A voice sounded, as if calling out from the topside of a well. “Just like Lucienne. She failed, too.”
“No, girl,” said a second. “We all failed.”
32
Three bridges had once connected The Forks to the rest of KR. Now there was just one, the others destroyed by a combination of flood waters and, later, dynamite.
While Forks Bridge still stood, the maintenance of it left something to be desired. Since dubbed Hell’s Gate, it was a crumbling ruin, passable only by truck or SUV, and then only by navigating a careful path around the potholes and cracks in the pavement.
Guarded by signs to use at one’s own risk, the bridge was thankfully only a few city blocks long. It tended to feel a lot further—giving travellers a good long while to think about what it was they were about to drive into.
It was early evening, the summer sun dropping but still hanging in there as Dez’s vehicle bounced across Hell’s Gate.
Dez and Forbes remained silent, each locked inside his own thoughts as their apocalyptic destination loomed. Dez had come here only once since the flood, searching for a missing friend. During the brief time he’d been in The Forks, he’d had to fight through a throng of would-be robbers and narrowly avoided a carjacking.

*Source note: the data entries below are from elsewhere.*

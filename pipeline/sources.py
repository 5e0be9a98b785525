"""Per particle and observer group, the source times to sample: the span whose light the
window sees (closed form on the ballistic extensions, a retarded-time solve inside the
track), the reach check, and the adaptive source samples, refined until no step exceeds
what the observer bins, the distance and the local κ allow (kernels/refine.py,
kernels/sampling.py). `sample_motions` does all of it for a batch of particles in compiled
calls (kernels/batch.py), one block of particles per thread; `source_span` and
`source_samples` for one particle.
"""

from __future__ import annotations

import numpy as np

from . import threads
from .errors import LagfieldError, ObserverError
from .kernels import batch, refine
from .kernels import motion as motion_kernels
from .motion import Motion
from .retarded import span_times

SAMPLES_PER_BIN = 4.0  # source samples per observer bin, where the field varies fast
ANGLE_TOLERANCE = 0.02  # fraction of R/c or of √(2κ)/|β̇| one source step may span
SUBDIVISIONS_PER_INTERVAL = 4  # initial source samples between two track samples
REACH_DISTANCE_M = 1e-9  # a track this close to a point reaches it
MAX_REFINEMENTS = 200
UNIFORM_SPLIT_MAX = 64  # pieces an interval is split into evenly in one refinement
MAX_SAMPLES_PER_PARTICLE = 50_000_000


def source_span(motion: Motion, geometry, edge_lo, edge_hi, extend: str, arguments=None):
    """(span, seen): the source-time interval (t_lo, t_hi) whose light covers observer
    times [edge_lo, edge_hi] at every point (conservative: it may be wider), and per point
    the source times (seen_lo (P,), seen_hi (P,)) whose light reaches it in its window
    (compiled: a closed form on the ballistic extensions, the retarded-time solve where
    that root lies within the sampled track; see `retarded.span_times`, and for
    `arguments` `retarded.span_arguments`). geometry: the group's observers.Geometry."""
    lo, hi = span_times(motion, geometry, edge_lo, edge_hi, extend, arguments)
    return (float(lo.min()), float(hi.max())), (lo, hi)


def source_samples(motion: Motion, group, geometry, span, resolution_s: float, seen, *,
                   bin_s: float | None = None, per_bin=SAMPLES_PER_BIN, tolerance=ANGLE_TOLERANCE,
                   subdivisions=SUBDIVISIONS_PER_INTERVAL, uniform_split_max=UNIFORM_SPLIT_MAX,
                   max_samples=MAX_SAMPLES_PER_PARTICLE, max_refinements=MAX_REFINEMENTS,
                   reach_m=REACH_DISTANCE_M):
    """(t (N,), (pos, beta, inv_g2, beta_dot, ref_t, ref_r, disp)): source times, refined
    until no step exceeds what the observer bins, the distance and the local κ allow
    (kernels/refine.py), and the motion at them with its references (as
    `Motion.evaluate_referenced`), resolving observer times resolution_s (inf: none; see
    `engine.FieldSettings.sampling_resolution_s`) and bins of bin_s (default resolution_s;
    see `kernels.sampling`) at the points of `geometry` over span (t_lo, t_hi).
    `seen` (seen_lo (P,), seen_hi (P,)): the source times whose light each point sees in
    its window; only there does a point's distance limit the step and count for the reach
    check. Where the sampled track meets its extension the sample is doubled (zero
    acceleration on the extension side). LagfieldError when more than max_samples samples
    would be needed or the sampling does not settle in max_refinements levels;
    ObserverError when the track comes within reach_m of a point (near field)."""
    status, t, state, point, distance_m = refine.refine(
        *motion.record, np.ascontiguousarray(motion.track.t_s, dtype=float), float(span[0]),
        float(span[1]), int(subdivisions), np.ascontiguousarray(geometry.targets, dtype=float),
        np.ascontiguousarray(seen[0], dtype=float), np.ascontiguousarray(seen[1], dtype=float),
        bool(geometry.far), float(resolution_s),
        float(resolution_s if bin_s is None else bin_s), float(per_bin), float(tolerance),
        int(uniform_split_max), int(max_samples), int(max_refinements), float(reach_m))
    if status != refine.OK:
        raise sampling_error(status, motion, group, point, distance_m, max_samples,
                             max_refinements)
    return t, motion_kernels.state_columns(state)


def sampling_error(status, motion: Motion, group, point, distance_m,
                   max_samples=MAX_SAMPLES_PER_PARTICLE, max_refinements=MAX_REFINEMENTS):
    """The error of a failed refinement (`kernels.refine.refine`'s status, point and
    distance_m) of `motion` for observer `group`."""
    if status == refine.TOO_MANY_SAMPLES:
        return LagfieldError(
            f"particle {motion.particle}, observer group '{group.name}': more than "
            f"{max_samples:.0e} source samples would be needed; shorten the time window or "
            "enlarge [time] step")
    if status == refine.NOT_SETTLED:
        return LagfieldError(f"particle {motion.particle}: source sampling did not settle "
                             f"after {max_refinements} refinements")
    return ObserverError(
        f"observer group '{group.name}', point {point} at {group.points_m[point].tolist()} m: "
        f"particle {motion.particle} reaches it during the time window (closest approach "
        f"{distance_m:.3g} m, extension included); the field there is singular. Move the "
        "point off the track")


def _runs(motions):
    """Lists of consecutive motions of one group of motions (`Motion.group_record`)."""
    run = []
    for motion in motions:
        if run and motion.group_record[1] is not run[0].group_record[1]:
            yield run
            run = []
        run.append(motion)
    if run:
        yield run


def _blocks(count: int, n_threads: int) -> list:
    """(first, stop) of up to n_threads contiguous blocks of count motions, none empty (a
    single heavy particle is worth a thread)."""
    pieces = max(1, min(n_threads, count))
    edges = np.linspace(0, count, pieces + 1).astype(int)
    return list(zip(edges[:-1].tolist(), edges[1:].tolist(), strict=True))


def sample_motions(motions, group, arguments, resolution_s: float, bin_s: float):
    """The source samples of many motions at the points of `group` (compiled, no Python per
    particle; `kernels.batch.sample_rows`): a list, per block of consecutive motions (of one
    group of motions, sampled in one thread), of (motions, t (N,), columns, offsets (M + 1,),
    ends (M, 2, END_COLUMNS)), the columns as `source_samples` gives them and motion i's
    samples at offsets[i]:offsets[i + 1]. arguments: `retarded.span_arguments` of the
    group's geometry and window; resolution_s, bin_s as for `source_samples`. The blocks
    are shared among numba's threads (`threads.each`). Raises the error of the first motion
    whose sampling fails, as `source_samples` would."""
    out = []
    for run in _runs(motions):
        header, values = run[0].group_record
        rows = np.array([motion.row for motion in run], dtype=np.int64)
        knots = np.ascontiguousarray(run[0].track.t_s, dtype=float)  # shared by the group

        def sample(block, rows=rows, knots=knots, header=header, values=values):
            first, stop = block
            return batch.sample_rows(
                header, values, rows[first:stop], knots, *arguments,
                SUBDIVISIONS_PER_INTERVAL, float(resolution_s), float(bin_s),
                SAMPLES_PER_BIN, ANGLE_TOLERANCE, UNIFORM_SPLIT_MAX,
                MAX_SAMPLES_PER_PARTICLE, MAX_REFINEMENTS, REACH_DISTANCE_M)

        blocks = _blocks(len(run), threads.count())
        for (first, stop), result in zip(blocks, threads.each(sample, blocks), strict=True):
            failed, status, point, distance = result[4:]
            if failed >= 0:  # blocks in order: the first failing motion
                raise sampling_error(status, run[first + failed], group, point, distance)
            out.append((run[first:stop], *result[:4]))
    return out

Little had changed in The Forks since, and the few differences only made the place worse. Nature grew unchecked out of every crevice; grass and weeds filled cracks and potholes on the streets; trees obscured what the groundcover could not reach: street signs, broken power and phone lines and abandoned homes and businesses. Here and there, wildflowers had been naïve enough to spring up, as if believing they might still have the power to deliver beauty and hope to a place long since abandoned by both.
If the scenery was eerie, the faces peering from it were terrifying. Junkies were everywhere, meth use having turned many into walking zombies. Occasionally, Dez would catch sight of a person coming into view from behind a tree or the edge of a building, leaving him to wonder whether a larger group lay in wait behind, ever-prepared to surround the vehicles of the few unwary fools who dared to trespass into this world.
Dez drove past a large melee of men in bandannas, some red and some blue, the colours of men in the midst of a full-out battle for territory or whatever it was rival gangs were warring over out here. Knives glinted pink in the slowly dying sun and long metal bars swung as the two sides clashed. Dez saw more than one man on the ground, the entrails of one flopped out next to him on the pavement.
“Keep driving,” Forbes said. “Just keep driving.”
Dez sped past, and no one broke off to come after him, the fight for survival outweighing any desire for an operating vehicle or the property of those within. He glanced at his passenger once they were clear, finding Forbes’s eyes wide and his lips parted as he drew in shallow, audible breaths.
“You all right?” Dez asked.
“Just don’t stop this vehicle, you hear me?”
Dez didn’t need the direction. Only the crazy or suicidal would pull a fool move like that. “I’m going to need you to direct me, here. You’re still checking the map, right?”
It was clear Forbes hadn’t been, as his eyes snapped back down to the screen of his smartphone. “Shit, you’re going to want to turn left. We were supposed to turn two blocks back.”